In short, these notices are for both businesses and citizens.  They provide information so that everyone understands what they would need to do in a ‘no deal’ scenario.  This is so that everyone can make informed plans and preparations.

A scenario in which the UK leaves the EU without agreement (a ‘no deal’ scenario) remains unlikely.  This is because the UK and the EU share a mutual interest in securing a negotiated outcome.  The UK government published a white paper for the future relationship on 12 July.  Furthermore, we are working with the EU’s negotiating team at pace to agree the terms of our future relationship.  And this will work alongside the Withdrawal Agreement later this year.  However, it is our duty as a responsible government to prepare for all eventualities.  And this, of course, includes ‘no deal’, until we can be certain of the outcome of those negotiations.

For two years, the government has been implementing a significant programme of work.  This will help to ensure that the UK is ready from day 1 in all scenarios.  Of course, this includes a potential ‘no deal’ outcome in March 2019.

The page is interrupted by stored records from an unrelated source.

// The shape of `npm run demo` and `npm run dev`: start everything, keep serving until Ctrl-C
// (the signal handler then stops everything and ends the process), or stop everything and
// fail if the app server ends by itself or something cannot start.
import { isShuttingDown, log, shutdown, stopEverythingOnSignals, type LongRunning } from './processes';

export async function serveUntilStopped(taskName: string, start: () => Promise<LongRunning>) {
  stopEverythingOnSignals();
  try {
    const server = await start();
    const code = await server.exited;
    if (isShuttingDown()) return;
    log(`the app server exited by itself (code ${code}); stopping the services`);
  } catch (error) {
    if (isShuttingDown()) return;
    console.error(`[whorlwind] ${taskName} could not start: ${(error as Error).message}`);
  }
  await shutdown();
  process.exit(1);
}
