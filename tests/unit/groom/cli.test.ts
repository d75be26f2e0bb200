import { spawnSync } from 'node:child_process';
import { existsSync, mkdtempSync, readFileSync, rmSync, writeFileSync } from 'node:fs';
import { tmpdir } from 'node:os';
import { join } from 'node:path';
import { afterAll, beforeAll, describe, expect, it } from 'vitest';
import { checkSurface, readSurface } from '@/lib/field';
import { frustum, icosphere } from '@/tests/fixtures/shapes';
import { surfaceToObj } from '@/lib/groom/demo/obj';

const launcher = join(process.cwd(), 'bin', 'whorlwind-groom.mjs');
let folder: string;

function run(...args: string[]) {
  const result = spawnSync(process.execPath, [launcher, ...args], { cwd: folder, encoding: 'utf8', timeout: 60_000 });
  return { code: result.status, stdout: result.stdout, stderr: result.stderr.split('\n').filter((l) => l.startsWith('whorlwind-groom')) };
}

beforeAll(() => {
  folder = mkdtempSync(join(tmpdir(), 'whorlwind-cli-'));
  writeFileSync(join(folder, 'ball.obj'), surfaceToObj(icosphere(3, 5), 'test ball'));
  writeFileSync(
    join(folder, 'coat.json'),
    JSON.stringify({ specVersion: 2, units: 'cm', field: { singularities: [{ point: [0, 5, 0], index: 1 }, { point: [0, -5, 0], index: 1, twist: 180 }] }, guides: { density: 2, length: 1 } }),
  );
});
afterAll(() => rmSync(folder, { recursive: true, force: true }));

describe('whorlwind-groom command line', () => {
  it('writes every asked-for file, from any working folder, and prints stats', () => {
    const r = run('--surface', 'ball.obj', '--spec', 'coat.json', '--out', 'g.usda', '--out', 'g.glb', '--out', 'g.obj', '--out', 'resolved.json', '--field', 'flow.ply', '--thumbnail', 't.png', '--size', '128', '--stats');
    expect(r.stderr).toEqual([]);
    expect(r.code).toBe(0);
    for (const f of ['g.usda', 'g.glb', 'g.obj', 'resolved.json', 'flow.ply', 't.png']) expect(existsSync(join(folder, f))).toBe(true);
    expect(readFileSync(join(folder, 'g.usda'), 'utf8')).toContain('def BasisCurves "Guides"');
    expect(r.stdout).toMatch(/guides\s+\d+ × 16 points/);
    expect(r.stdout).toMatch(/measured = requested at (\d+) of \1 vertices/);
    expect(r.stdout).toMatch(/edges\s+\d+ crossed without a seam/);
    expect(r.stdout).toMatch(/solve field\s+[\d.]+ ms/);
  });

  it('writes the growth surface beside the guides with --with-surface, and the release in the provenance', () => {
    const r = run('--surface', 'ball.obj', '--spec', 'coat.json', '--out', 's.usda', '--out', 's.obj', '--with-surface');
    expect(r.stderr).toEqual([]);
    expect(r.code).toBe(0);
    const usda = readFileSync(join(folder, 's.usda'), 'utf8');
    expect(usda).toContain('def Mesh "Surface"');
    expect(usda).toContain(`string version = "${JSON.parse(readFileSync(join(process.cwd(), 'package.json'), 'utf8')).version}"`);
    expect(usda).toContain('primvars:whorlwind:rootBarycentric');
    expect(readFileSync(join(folder, 's.obj'), 'utf8')).toMatch(/^o surface$/m);
    run('--surface', 'ball.obj', '--spec', 'coat.json', '--out', 'plain.usda');
    expect(readFileSync(join(folder, 'plain.usda'), 'utf8')).not.toContain('def Mesh');
  });

  it('fails with exit code 1 and one line naming the problem on bad input', () => {
    writeFileSync(join(folder, 'bad.json'), JSON.stringify({ specVersion: 2, units: 'cm', field: {}, guides: { lift: 120 } }));
    const bad = run('--surface', 'ball.obj', '--spec', 'bad.json', '--out', 'x.usda');
    expect(bad.code).toBe(1);
    expect(bad.stderr).toEqual([expect.stringMatching(/^whorlwind-groom: guides\.lift: /)]);
    writeFileSync(join(folder, 'unbalanced.json'), JSON.stringify({ specVersion: 2, units: 'cm', field: { singularities: [{ point: [0, 5, 0], index: 1 }] } }));
    const unbalanced = run('--surface', 'ball.obj', '--spec', 'unbalanced.json');
    expect(unbalanced.code).toBe(1);
    expect(unbalanced.stderr).toEqual([expect.stringMatching(/sum to 1, but .* needs 2/)]);
    const missing = run('--surface', 'nowhere.obj', '--spec', 'coat.json');
    expect(missing.code).toBe(1);
    expect(missing.stderr).toEqual([expect.stringMatching(/cannot read the surface nowhere\.obj/)]);
  });

  it('refuses a broken surface with the words of the upload check, and grows on a tube open at both ends', () => {
    // The ball with a fin: a third face on one of its edges, so that edge is not manifold.
    const ball = icosphere(3, 5);
    const [a, b] = [ball.triangles[0], ball.triangles[1]];
    const tip = ball.positions.length / 3;
    const finned = { positions: Float64Array.from([...ball.positions, 0, 0, 9]), triangles: Uint32Array.from([...ball.triangles, b, a, tip]) };
    writeFileSync(join(folder, 'fin.obj'), surfaceToObj(finned, 'ball with a fin'));
    writeFileSync(join(folder, 'bare.json'), JSON.stringify({ specVersion: 2, units: 'cm', field: {}, guides: { density: 1, length: 1 } }));
    const refused = run('--surface', 'fin.obj', '--spec', 'bare.json', '--out', 'fin.usda');
    const expected = checkSurface(readSurface(readFileSync(join(folder, 'fin.obj')), 'fin.obj').mesh).problems.find((p) => p.severity === 'error')!;
    expect(refused.code).toBe(1);
    expect(refused.stderr).toEqual([`whorlwind-groom: ${expected.message}`]);
    expect(existsSync(join(folder, 'fin.usda'))).toBe(false);

    writeFileSync(join(folder, 'sleeve.obj'), surfaceToObj(frustum(5, 3, 8, 12, 32), 'sleeve'));
    const sleeve = run('--surface', 'sleeve.obj', '--spec', 'bare.json', '--out', 'sleeve.usda', '--stats');
    expect(sleeve.stderr).toEqual([]);
    expect(sleeve.code).toBe(0);
    expect(sleeve.stdout).toMatch(/edges\s+\d+ crossed without a seam \(largest turn \d+\.\d°\)/);
  });

  it('fails with exit code 2 on a bad command line', () => {
    const r = run('--surface', 'ball.obj', '--spec', 'coat.json', '--out', 'guides.fbx');
    expect(r.code).toBe(2);
    expect(r.stderr).toEqual([expect.stringMatching(/--out guides\.fbx: the extension must be one of/)]);
    expect(run('--spec', 'coat.json').code).toBe(2);
  });
});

It has always been the case that as we get nearer to March 2019, preparations for a ‘no deal’ scenario would have to be accelerated.  Such an acceleration does not reflect an increased likelihood of a ‘no deal’ outcome.  Rather it is about ensuring our plans are in place in the unlikely scenario that they need to be relied upon.

Chequers statement

This is consistent with the statement published on 6 July 2018 following the Cabinet’s away day at Chequers, as follows:

“It remains our firm view that it is in the best interests of both sides to reach agreement on a good and sustainable future relationship.  But we also concluded that it was responsible to continue preparations for a range of potential outcomes, including the possibility of ‘no deal’.  Given the short period remaining before the necessary conclusion of negotiations this autumn, we agreed preparations should be stepped up.”